Work order —
Beginning at the first line of the data, print each line exactly, stopping after the line that contains "All samples of".

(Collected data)
((

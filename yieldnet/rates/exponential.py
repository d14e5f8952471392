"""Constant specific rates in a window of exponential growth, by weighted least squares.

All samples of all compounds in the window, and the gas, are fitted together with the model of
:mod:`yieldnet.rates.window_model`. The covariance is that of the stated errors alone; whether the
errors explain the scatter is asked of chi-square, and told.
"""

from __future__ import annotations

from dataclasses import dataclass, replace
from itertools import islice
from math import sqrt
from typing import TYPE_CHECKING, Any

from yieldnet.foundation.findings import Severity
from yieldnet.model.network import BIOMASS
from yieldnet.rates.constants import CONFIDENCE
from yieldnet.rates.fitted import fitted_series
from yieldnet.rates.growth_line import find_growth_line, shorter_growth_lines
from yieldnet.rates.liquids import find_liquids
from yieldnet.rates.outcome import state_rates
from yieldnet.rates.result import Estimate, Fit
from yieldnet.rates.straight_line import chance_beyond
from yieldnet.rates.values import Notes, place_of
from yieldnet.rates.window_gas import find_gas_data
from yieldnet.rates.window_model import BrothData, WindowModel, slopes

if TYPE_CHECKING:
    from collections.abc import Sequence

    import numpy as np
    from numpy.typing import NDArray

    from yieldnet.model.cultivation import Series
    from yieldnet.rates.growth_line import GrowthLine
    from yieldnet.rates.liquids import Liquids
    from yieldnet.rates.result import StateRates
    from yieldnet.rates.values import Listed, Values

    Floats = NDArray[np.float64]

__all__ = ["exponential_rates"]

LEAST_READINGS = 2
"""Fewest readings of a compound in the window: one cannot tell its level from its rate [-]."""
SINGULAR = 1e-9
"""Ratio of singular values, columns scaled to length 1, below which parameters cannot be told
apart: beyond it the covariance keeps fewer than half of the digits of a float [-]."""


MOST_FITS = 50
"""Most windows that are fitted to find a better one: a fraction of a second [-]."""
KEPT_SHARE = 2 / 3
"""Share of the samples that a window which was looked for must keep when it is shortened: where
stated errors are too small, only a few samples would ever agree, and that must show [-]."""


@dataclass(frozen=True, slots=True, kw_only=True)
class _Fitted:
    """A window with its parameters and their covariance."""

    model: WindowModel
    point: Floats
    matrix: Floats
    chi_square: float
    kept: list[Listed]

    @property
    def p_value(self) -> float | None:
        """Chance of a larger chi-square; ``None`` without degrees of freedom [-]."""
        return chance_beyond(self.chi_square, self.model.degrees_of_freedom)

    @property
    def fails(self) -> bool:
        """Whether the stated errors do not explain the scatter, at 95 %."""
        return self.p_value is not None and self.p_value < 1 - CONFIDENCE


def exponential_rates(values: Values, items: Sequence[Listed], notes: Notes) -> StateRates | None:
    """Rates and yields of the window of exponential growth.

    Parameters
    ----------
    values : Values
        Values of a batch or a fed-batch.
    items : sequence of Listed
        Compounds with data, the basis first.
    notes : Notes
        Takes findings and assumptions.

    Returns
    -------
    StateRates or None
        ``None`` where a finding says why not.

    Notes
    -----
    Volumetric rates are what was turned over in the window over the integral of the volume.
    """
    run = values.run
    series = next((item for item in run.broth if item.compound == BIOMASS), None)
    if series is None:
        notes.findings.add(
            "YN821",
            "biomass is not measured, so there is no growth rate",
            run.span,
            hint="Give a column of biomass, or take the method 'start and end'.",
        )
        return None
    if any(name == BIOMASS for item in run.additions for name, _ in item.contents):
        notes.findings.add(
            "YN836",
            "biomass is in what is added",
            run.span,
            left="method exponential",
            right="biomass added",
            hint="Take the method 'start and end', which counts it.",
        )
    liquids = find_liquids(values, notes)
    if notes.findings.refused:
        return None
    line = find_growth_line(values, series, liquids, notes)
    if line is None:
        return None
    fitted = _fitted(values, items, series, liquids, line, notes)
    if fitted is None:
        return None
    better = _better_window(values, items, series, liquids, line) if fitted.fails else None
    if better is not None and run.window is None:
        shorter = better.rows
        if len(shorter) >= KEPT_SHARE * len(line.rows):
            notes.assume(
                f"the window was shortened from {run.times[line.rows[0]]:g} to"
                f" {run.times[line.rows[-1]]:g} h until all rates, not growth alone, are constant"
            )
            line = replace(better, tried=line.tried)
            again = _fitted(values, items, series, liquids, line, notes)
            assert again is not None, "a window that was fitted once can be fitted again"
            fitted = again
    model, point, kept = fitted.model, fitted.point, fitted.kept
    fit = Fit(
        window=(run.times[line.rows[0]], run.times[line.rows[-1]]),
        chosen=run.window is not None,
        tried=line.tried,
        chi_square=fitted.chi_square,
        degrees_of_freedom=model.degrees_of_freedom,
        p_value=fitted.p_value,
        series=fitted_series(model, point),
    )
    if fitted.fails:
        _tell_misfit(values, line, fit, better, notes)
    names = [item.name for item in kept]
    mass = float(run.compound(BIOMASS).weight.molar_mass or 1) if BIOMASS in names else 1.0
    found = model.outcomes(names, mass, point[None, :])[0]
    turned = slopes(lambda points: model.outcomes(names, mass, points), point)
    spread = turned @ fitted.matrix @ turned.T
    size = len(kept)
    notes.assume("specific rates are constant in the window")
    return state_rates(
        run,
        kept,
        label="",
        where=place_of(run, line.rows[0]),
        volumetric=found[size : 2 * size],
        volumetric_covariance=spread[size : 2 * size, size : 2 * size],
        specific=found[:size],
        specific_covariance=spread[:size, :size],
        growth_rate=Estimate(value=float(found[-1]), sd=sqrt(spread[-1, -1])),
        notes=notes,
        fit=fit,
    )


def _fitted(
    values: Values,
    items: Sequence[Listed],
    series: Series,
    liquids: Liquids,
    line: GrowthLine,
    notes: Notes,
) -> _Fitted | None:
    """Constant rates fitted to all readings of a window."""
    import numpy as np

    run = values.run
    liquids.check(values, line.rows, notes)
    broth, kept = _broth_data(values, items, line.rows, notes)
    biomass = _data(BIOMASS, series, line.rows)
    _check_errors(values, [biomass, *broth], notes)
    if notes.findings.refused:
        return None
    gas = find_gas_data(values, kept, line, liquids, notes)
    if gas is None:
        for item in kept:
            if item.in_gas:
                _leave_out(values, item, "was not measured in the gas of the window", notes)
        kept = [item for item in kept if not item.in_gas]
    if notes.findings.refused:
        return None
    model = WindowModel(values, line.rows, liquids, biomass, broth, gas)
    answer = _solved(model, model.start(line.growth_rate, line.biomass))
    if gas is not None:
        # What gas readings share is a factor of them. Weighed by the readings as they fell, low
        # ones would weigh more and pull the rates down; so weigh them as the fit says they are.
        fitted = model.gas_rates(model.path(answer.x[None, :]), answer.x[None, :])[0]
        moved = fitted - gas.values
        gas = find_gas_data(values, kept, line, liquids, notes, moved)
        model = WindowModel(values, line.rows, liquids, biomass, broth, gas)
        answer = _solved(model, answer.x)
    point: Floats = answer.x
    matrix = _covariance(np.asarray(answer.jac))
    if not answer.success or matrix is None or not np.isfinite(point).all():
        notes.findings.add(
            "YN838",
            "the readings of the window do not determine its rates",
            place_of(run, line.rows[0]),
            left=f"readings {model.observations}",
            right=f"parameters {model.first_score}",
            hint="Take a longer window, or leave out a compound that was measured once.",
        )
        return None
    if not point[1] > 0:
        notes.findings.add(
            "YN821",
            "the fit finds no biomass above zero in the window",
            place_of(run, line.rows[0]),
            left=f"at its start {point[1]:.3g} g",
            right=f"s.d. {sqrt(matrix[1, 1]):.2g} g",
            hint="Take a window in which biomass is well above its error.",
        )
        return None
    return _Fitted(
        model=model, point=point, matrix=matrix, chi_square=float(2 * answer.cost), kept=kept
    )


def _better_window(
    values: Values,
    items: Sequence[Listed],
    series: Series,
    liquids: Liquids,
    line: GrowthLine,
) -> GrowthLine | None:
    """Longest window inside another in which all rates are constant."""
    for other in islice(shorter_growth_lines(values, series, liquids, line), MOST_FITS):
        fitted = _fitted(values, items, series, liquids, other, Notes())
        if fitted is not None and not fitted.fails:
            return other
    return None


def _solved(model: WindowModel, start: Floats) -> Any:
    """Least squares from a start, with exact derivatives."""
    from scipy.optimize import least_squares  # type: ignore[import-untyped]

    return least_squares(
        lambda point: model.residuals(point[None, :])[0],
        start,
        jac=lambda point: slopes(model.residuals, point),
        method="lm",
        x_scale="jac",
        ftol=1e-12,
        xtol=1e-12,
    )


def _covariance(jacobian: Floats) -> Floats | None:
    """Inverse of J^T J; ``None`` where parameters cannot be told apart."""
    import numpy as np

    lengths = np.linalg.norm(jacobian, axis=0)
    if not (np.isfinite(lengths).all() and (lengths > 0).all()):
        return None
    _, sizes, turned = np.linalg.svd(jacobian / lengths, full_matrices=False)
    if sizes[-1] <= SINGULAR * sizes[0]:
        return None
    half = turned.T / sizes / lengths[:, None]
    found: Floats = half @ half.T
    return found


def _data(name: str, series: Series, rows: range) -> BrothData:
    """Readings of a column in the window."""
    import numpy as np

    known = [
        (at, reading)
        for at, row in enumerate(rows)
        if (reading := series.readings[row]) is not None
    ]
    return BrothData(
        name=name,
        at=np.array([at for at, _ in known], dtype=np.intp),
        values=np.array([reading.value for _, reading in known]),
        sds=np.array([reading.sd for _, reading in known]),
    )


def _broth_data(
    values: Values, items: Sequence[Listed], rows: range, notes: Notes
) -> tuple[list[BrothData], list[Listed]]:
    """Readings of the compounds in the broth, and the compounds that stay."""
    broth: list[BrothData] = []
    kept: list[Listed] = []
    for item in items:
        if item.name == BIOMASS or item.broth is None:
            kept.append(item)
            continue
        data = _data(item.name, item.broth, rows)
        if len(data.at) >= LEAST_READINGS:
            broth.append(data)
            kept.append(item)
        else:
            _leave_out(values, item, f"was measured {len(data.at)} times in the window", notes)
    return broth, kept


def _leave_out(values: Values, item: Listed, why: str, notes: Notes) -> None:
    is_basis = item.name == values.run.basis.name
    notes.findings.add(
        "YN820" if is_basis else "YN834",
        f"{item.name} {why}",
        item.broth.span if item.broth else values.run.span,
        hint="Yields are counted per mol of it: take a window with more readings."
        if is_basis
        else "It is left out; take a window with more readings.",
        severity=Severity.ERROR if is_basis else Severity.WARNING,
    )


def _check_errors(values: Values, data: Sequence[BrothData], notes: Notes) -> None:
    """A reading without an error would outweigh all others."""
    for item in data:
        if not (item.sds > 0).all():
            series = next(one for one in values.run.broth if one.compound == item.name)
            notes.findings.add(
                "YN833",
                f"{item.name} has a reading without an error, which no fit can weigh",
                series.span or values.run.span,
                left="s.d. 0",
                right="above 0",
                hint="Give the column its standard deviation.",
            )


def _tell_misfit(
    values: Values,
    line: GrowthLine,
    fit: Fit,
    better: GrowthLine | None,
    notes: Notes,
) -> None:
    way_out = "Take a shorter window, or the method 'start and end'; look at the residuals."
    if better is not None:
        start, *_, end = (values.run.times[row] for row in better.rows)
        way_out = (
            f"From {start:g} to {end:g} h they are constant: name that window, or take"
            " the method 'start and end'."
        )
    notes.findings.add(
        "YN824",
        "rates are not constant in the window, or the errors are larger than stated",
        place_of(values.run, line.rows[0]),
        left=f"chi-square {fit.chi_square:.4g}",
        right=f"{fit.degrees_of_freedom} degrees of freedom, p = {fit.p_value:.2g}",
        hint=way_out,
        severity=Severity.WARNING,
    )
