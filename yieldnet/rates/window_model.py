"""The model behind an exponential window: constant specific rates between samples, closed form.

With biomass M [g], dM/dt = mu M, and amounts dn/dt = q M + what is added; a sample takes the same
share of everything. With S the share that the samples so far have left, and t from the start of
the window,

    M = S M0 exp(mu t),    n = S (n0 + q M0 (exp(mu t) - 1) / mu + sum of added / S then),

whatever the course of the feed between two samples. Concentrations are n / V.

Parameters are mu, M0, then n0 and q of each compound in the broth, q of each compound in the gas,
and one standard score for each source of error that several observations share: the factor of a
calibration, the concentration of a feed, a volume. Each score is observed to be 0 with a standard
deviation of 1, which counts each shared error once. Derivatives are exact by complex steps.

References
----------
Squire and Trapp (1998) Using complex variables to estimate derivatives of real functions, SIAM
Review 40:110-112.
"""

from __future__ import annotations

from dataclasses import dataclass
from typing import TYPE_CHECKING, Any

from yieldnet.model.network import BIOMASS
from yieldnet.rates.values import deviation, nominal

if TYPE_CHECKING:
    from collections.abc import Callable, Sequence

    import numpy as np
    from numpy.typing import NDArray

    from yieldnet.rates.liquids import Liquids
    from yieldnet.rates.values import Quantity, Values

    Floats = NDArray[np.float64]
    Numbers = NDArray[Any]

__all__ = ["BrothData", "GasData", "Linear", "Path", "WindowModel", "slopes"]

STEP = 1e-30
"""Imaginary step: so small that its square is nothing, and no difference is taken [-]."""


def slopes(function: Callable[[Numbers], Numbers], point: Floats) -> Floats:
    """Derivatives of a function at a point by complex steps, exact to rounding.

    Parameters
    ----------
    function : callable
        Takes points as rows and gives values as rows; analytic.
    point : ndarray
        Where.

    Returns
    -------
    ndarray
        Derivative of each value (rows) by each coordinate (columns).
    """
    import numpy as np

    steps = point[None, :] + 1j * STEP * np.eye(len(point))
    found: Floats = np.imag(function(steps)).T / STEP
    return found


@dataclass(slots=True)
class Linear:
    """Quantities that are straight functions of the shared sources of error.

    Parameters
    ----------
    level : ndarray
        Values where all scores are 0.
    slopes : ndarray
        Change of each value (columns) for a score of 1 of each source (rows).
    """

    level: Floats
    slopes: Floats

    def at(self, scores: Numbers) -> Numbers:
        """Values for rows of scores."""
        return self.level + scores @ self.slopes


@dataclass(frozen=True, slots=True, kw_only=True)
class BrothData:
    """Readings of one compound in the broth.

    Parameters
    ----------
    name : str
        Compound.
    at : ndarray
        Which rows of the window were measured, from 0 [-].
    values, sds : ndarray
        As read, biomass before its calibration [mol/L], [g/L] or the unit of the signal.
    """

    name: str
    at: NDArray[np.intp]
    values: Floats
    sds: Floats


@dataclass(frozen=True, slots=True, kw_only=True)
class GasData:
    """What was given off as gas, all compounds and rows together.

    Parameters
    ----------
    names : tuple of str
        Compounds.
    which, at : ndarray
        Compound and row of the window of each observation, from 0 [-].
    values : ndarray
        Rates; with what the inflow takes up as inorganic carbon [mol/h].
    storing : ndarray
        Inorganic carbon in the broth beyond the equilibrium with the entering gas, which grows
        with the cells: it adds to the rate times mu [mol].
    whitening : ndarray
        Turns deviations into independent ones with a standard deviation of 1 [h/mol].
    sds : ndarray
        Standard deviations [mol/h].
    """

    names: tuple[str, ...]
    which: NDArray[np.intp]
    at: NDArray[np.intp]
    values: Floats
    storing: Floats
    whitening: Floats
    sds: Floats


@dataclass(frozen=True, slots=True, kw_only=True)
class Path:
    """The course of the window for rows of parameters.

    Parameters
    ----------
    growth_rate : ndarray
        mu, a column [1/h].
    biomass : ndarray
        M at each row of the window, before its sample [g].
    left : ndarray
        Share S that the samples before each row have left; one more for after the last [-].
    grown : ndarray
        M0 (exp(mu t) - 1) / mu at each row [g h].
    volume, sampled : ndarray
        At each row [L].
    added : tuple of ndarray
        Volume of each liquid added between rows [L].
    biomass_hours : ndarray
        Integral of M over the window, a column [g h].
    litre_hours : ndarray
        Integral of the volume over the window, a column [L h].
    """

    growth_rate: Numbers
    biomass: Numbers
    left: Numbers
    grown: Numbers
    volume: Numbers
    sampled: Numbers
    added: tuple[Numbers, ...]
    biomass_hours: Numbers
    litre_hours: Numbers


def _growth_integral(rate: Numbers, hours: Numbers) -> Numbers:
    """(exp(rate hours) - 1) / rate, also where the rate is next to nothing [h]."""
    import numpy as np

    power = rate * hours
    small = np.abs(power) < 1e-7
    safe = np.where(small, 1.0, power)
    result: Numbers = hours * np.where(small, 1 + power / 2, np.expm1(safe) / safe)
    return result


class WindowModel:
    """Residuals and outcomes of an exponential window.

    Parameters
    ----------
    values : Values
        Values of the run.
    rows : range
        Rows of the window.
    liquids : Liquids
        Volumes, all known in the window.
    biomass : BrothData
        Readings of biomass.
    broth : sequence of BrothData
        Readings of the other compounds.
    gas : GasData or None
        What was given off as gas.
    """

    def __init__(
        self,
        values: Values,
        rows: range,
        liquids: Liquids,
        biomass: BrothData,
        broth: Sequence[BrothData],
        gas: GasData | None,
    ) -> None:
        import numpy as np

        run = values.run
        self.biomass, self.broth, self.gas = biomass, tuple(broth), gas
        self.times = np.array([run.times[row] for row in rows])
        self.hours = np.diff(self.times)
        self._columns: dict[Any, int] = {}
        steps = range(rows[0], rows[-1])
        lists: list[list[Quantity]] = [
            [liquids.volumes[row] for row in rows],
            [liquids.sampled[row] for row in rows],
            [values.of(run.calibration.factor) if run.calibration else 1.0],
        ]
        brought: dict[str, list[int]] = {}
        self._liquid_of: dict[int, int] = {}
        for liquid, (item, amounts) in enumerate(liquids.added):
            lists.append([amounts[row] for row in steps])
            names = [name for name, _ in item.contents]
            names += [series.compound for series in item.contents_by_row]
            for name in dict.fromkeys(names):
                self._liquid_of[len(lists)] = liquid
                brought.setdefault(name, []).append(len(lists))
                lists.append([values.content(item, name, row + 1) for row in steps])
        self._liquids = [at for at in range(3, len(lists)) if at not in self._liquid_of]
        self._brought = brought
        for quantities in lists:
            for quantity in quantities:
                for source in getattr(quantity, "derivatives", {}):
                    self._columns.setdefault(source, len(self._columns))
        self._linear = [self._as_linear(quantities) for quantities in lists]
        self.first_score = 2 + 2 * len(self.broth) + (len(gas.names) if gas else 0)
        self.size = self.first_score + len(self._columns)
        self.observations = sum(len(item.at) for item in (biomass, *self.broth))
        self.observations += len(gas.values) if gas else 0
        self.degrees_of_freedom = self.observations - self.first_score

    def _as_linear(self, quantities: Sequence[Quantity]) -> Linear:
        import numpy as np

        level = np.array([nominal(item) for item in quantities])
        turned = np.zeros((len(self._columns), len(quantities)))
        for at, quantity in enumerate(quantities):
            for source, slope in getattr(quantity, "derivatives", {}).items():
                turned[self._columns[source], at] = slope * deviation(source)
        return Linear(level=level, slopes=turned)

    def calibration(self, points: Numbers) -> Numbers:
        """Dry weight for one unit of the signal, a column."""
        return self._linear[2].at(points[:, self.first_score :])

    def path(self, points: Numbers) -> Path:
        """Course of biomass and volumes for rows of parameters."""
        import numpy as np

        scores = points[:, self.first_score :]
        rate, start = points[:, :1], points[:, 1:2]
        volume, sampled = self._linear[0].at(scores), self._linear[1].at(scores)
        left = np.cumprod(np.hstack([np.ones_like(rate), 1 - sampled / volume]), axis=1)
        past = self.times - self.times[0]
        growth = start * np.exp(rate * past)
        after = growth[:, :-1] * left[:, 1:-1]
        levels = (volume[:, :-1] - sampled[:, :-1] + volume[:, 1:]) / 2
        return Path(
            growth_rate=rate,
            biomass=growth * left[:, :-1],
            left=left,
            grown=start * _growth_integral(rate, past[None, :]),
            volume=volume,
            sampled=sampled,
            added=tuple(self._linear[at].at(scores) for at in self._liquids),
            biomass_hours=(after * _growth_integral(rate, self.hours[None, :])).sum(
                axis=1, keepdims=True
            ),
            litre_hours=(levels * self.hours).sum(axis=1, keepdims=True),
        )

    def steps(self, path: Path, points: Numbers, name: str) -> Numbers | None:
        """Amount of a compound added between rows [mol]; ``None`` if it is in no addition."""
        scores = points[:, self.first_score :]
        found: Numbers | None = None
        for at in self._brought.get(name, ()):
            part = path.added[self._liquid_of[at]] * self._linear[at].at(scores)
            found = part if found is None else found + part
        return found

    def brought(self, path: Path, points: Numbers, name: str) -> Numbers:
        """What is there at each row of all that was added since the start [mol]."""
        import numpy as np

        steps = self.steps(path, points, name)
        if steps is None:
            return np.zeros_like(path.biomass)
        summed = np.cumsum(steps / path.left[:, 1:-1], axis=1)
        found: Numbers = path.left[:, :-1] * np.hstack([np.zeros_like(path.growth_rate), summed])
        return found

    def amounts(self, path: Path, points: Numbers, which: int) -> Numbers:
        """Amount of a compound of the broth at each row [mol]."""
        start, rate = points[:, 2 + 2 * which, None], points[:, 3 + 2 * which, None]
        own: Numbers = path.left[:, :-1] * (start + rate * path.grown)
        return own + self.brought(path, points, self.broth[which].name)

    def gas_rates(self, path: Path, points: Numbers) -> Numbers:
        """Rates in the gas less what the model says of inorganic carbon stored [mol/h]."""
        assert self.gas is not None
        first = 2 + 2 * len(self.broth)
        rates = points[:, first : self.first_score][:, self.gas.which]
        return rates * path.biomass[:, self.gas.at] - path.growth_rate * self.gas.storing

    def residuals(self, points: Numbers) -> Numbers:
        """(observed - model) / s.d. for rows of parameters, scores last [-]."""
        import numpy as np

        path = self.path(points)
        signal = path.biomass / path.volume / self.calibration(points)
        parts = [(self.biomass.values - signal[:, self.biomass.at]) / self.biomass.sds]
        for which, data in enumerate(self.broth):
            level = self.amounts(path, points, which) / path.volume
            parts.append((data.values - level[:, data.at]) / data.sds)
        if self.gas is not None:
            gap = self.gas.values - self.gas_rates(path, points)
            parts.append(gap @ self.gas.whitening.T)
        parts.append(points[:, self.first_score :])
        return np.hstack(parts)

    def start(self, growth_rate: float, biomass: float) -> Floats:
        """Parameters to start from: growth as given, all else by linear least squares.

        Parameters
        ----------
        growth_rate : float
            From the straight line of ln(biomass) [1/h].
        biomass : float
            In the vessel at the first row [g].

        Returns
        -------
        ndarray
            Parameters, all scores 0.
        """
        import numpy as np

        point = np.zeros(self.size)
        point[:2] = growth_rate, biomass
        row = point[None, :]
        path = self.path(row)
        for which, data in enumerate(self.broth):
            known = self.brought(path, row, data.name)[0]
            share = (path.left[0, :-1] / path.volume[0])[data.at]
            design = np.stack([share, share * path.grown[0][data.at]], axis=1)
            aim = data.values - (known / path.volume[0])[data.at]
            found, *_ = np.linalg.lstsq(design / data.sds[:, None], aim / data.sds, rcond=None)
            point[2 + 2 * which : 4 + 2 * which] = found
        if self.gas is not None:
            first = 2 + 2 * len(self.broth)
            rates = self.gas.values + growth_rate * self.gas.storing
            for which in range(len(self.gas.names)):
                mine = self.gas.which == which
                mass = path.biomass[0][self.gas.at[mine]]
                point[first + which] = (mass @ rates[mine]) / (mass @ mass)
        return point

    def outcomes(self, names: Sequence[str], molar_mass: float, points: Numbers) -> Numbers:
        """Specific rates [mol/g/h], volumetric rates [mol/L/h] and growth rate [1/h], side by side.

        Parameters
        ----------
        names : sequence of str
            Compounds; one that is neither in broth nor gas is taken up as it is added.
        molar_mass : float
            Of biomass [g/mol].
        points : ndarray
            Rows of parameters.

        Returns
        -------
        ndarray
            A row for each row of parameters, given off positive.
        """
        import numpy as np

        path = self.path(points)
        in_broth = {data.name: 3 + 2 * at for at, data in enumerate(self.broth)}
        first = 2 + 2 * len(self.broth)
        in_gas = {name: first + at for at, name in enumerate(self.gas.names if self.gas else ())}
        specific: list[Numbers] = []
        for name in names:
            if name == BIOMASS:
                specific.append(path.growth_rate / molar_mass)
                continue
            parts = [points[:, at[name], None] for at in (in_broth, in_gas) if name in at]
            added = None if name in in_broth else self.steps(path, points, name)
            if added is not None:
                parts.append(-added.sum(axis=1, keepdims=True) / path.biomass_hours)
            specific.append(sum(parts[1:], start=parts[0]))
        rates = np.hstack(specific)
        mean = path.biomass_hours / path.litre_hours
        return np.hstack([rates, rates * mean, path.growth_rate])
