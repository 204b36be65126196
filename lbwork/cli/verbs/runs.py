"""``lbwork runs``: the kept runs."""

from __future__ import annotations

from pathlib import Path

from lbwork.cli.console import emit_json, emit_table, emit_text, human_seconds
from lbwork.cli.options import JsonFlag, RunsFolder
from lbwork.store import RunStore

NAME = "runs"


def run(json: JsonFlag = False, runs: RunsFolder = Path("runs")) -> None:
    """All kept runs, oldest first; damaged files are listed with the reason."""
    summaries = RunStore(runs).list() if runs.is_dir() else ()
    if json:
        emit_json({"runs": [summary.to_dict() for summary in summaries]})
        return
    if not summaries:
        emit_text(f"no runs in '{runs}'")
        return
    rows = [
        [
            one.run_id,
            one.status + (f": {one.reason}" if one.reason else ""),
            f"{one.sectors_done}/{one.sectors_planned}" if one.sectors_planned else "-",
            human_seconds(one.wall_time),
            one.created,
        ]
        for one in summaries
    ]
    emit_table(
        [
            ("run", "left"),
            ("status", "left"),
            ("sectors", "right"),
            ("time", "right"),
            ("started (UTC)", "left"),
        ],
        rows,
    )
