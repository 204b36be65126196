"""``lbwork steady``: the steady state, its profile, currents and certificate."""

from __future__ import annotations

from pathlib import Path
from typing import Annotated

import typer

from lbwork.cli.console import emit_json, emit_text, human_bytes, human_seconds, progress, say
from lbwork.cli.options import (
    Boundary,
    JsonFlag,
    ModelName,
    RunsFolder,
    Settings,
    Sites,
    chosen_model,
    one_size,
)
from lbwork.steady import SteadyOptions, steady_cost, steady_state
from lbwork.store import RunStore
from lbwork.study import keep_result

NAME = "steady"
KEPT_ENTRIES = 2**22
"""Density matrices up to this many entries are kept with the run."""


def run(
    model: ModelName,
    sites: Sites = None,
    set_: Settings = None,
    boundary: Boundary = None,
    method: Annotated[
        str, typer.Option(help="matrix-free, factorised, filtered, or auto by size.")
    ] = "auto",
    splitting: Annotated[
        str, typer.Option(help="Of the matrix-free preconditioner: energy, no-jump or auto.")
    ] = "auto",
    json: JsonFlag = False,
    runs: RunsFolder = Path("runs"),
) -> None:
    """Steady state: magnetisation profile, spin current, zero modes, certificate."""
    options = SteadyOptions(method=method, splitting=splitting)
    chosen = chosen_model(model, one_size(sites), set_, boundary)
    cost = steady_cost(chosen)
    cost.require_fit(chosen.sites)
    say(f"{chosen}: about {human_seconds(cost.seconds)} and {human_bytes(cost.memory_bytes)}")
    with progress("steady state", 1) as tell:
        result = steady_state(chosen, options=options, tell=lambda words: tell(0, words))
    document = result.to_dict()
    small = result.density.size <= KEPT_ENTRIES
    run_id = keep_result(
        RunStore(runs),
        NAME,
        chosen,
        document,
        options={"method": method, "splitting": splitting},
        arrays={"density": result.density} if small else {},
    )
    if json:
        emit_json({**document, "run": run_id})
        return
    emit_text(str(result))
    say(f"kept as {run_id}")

))

Response area —
filename yieldnet/rates/exponential.py
repository d14e5f8952471392
"""Constant specific rates in a window of exponential growth, by weighted least squares.

All samples of all compounds in the window, and the gas, are fitted together with the model of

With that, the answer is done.